Treatment is primarily supportive and includes minimizing invasive procedures, balancing electrolytes, replacing lost coagulation factors to help stop bleeding, maintaining oxygen and blood levels, and treating any complicating infections. Despite some initial anecdotal evidence, blood serum from Ebola survivors has been shown to be ineffective in treating the virus. Interferon is also thought to be ineffective. Ribavirin is ineffective. In monkeys, administration of an inhibitor of coagulation (rNAPc2) has shown some benefit, protecting 33% of infected animals from a usually 100% (for monkeys) lethal infection (unfortunately this inoculation does not work on humans). In early 2006, scientists at USAMRIID announced a 75% recovery rate after infecting four rhesus monkeys with Ebola virus and administering antisense drugs.
Regarding the
effectiveness of standard anti-viral agentsAfter following WHO protocols in treating 41 victims of the H5N1 bird flu virus (19% of the world-wide cases of bird flu reported to date), Nguyen Tuong Van, MD, who runs the intensive care unit of the Center for Tropical Diseases in Hanoi, Vietnam concluded that Tamiflu, the drug most widely stockpiled around the world to combat a potential bird flu pandemic, is "useless." According to this article, the WHO confirmed Van's experience stating that Tamiflu has not been "widely successful in human patients", but speculated the drug has not been administered until late in the disease in many Asian countries.

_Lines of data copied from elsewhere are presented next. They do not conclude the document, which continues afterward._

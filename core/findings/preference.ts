import { holm } from '../statistics/holm.ts'
import { poissonRateRatio } from '../statistics/poisson-rate-ratio.ts'
import { localClock } from '../timeline/local-clock.ts'
import type { Spans } from '../timeline/spans.ts'
import type { ExposureWindow } from './line-up.ts'
import { type Family, shiftFamily } from './preferring/shift-family.ts'
import { type Stratified, stratified } from './preferring/stratified.ts'
import { stratifier } from './preferring/stratum-exposure.ts'
import type { Frame } from './windows/trip-share.ts'

/** Whether trips prefer the time inside a window to the time outside. */
export interface Preference {
  readonly of: string
  readonly window: ExposureWindow
  /** Trips inside; a share for trips known as intervals. */
  readonly inside: number
  readonly trips: number
  /** Trips expected inside if they fell anywhere. */
  readonly expected: number
  /** Ratio of the rates inside and outside with 90 % limits; infinite when all fell inside. */
  readonly ratio: number | null
  readonly low: number
  readonly high: number
  /** One-sided exact p, and the same adjusted by Holm for every window tried here. */
  readonly p: number
  readonly pAdjusted: number
  /** Chance that the best of all windows tried, of all suspects, fits as well by chance; null where it is no set of time. */
  readonly pFamily: number | null
  /** The same question with like hours compared; null where no trip is inside or the window is no set of time. */
  readonly byHour: Stratified | null
  /** With the same hour of the same weekday within four weeks; null in short spans or when too few trips tell. */
  readonly crossover: Stratified | null
}

/** A suspect, the window to speak of, and every window that was tried for it. */
export interface Tested {
  readonly of: string
  readonly window: ExposureWindow
  readonly family: readonly ExposureWindow[]
}

/** A span shorter than this has no referents on the same weekday. */
const LEAST_CROSSOVER_MS = 21 * 86_400_000
/** Fewer telling trips than this make no case-crossover. */
const LEAST_TELLING = 3
/** Windows of all suspects that shifts look at; more would cost too much. */
const MOST_WINDOWS = 200

/**
 * Do trips prefer an exposure (methods.md §5)? Exact conditional tests of rates inside against outside (Przyborowski &
 * Wilenski 1940), one a window, adjusted together (Holm 1979); the same with like hours compared, where habits confound; and the
 * largest statistic of all windows under circular shifts. Trips spread over an interval count as the whole number next below
 * their expected count, so that spreading never makes a test bolder. Order of trips and suspects does not matter.
 */
export function preferences(frame: Frame, tested: readonly Tested[]): Preference[] {
  const { timeline, trips } = frame
  const hours = Math.max(frame.hours, 1e-9)
  const clock = localClock(timeline.sheet.timeZone)
  const byHour = stratifier(clock, timeline.from, timeline.to, 'hour')
  const byWeekday =
    timeline.to - timeline.from < LEAST_CROSSOVER_MS
      ? null
      : stratifier(clock, timeline.from, timeline.to, 'weekday-hour')
  const families = familiesOf(tested)
  const paid = shiftFamily(timeline.energised, trips, families, `${trips.length} ${Math.round(hours)}`)
  const tests = tested.map(({ of, window }) => {
    let inside = 0
    for (const share of window.inside) inside += share
    const count = Math.min(trips.length, Math.floor(inside + 1e-9))
    const outside = Math.max(1e-9, hours - window.insideHours)
    const test = poissonRateRatio([count, trips.length - count], [window.insideHours, outside], { confidence: 0.9 })
    // with no trip inside like hours cannot tell more than unlike ones
    const when = inside > 0 ? window.when : undefined
    const crossover = when === undefined || byWeekday === null ? null : stratified(byWeekday, when, trips)
    return {
      of,
      window,
      inside,
      trips: trips.length,
      expected: (trips.length * window.insideHours) / hours,
      ratio: test.ratio,
      low: test.low,
      high: test.high,
      p: test.pGreater,
      pFamily: paid.get(of) ?? null,
      byHour: when === undefined ? null : stratified(byHour, when, trips),
      crossover: crossover !== null && crossover.telling >= LEAST_TELLING ? crossover : null,
    }
  })
  const adjusted = holm(tests.map((t) => t.p))
  return tests.map((t, i) => ({ ...t, pAdjusted: adjusted[i]! }))
}

/** Every window that is a set of time, once; those spoken of first, so that none of them falls to the limit. */
function familiesOf(tested: readonly Tested[]): Family[] {
  const kept = new Set<Spans>()
  for (const { window } of tested) if (window.when !== undefined) kept.add(window.when.inside)
  for (const { family } of tested) {
    for (const { when } of family) if (when !== undefined && kept.size < MOST_WINDOWS) kept.add(when.inside)
  }
  return tested.flatMap(({ of, window, family }) => {
    const own = [window, ...family].flatMap(({ when }) =>
      when !== undefined && kept.has(when.inside) ? [when.inside] : [],
    )
    return own.length === 0 ? [] : [{ of, windows: [...new Set(own)] }]
  })
}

The standard recommended dose incompletely suppresses viral replication in at least some patients with H5N1 avian influenza, increasing the risk of viral resistance and rendering therapy less effective (de Jong et al. 2005). Accordingly, it has been suggested that higher doses and longer durations of therapy should be used for treatment of patients with the H5N1 virus (de Jong et al. 2005, Ward et al. 2005).
Clinical trials for an increased dosage were set to begin in by May 2007. All avian influenza cases in Indonesia, Thailand, and Vietnam will be inducted into the trial. The trial will also include 100 cases of severe seasonal influenza from each of those countries, plus the United States. Half of cases will receive the current standard dosage, and half will receive a double dosage, but for the standard length of time.[7][8]
Chokephaibulkit et al recommend the use of oseltamivir for children with avian influenza, based on experience with one patient.
Modern medicine is still quite good (
though getting worse) at dealing with bacteria, but it deals poorly with viruses. It can't cure herpes or AIDS. Regarding
viral pneumonia:There is no known efficacious treatment for pneumonia caused by SARS coronavirus, adenovirus, hantavirus, or parainfluenza virus; treatment is largely supportive.
Basically, you can give victims fluids, give them antibiotics to prevent secondary infections, give them oxygen to increase the amount of lung damage required before they die, give them some anti-virals that you know don't work and pray. This is, of course, assuming you have enough hospital beds, which we know we don't have.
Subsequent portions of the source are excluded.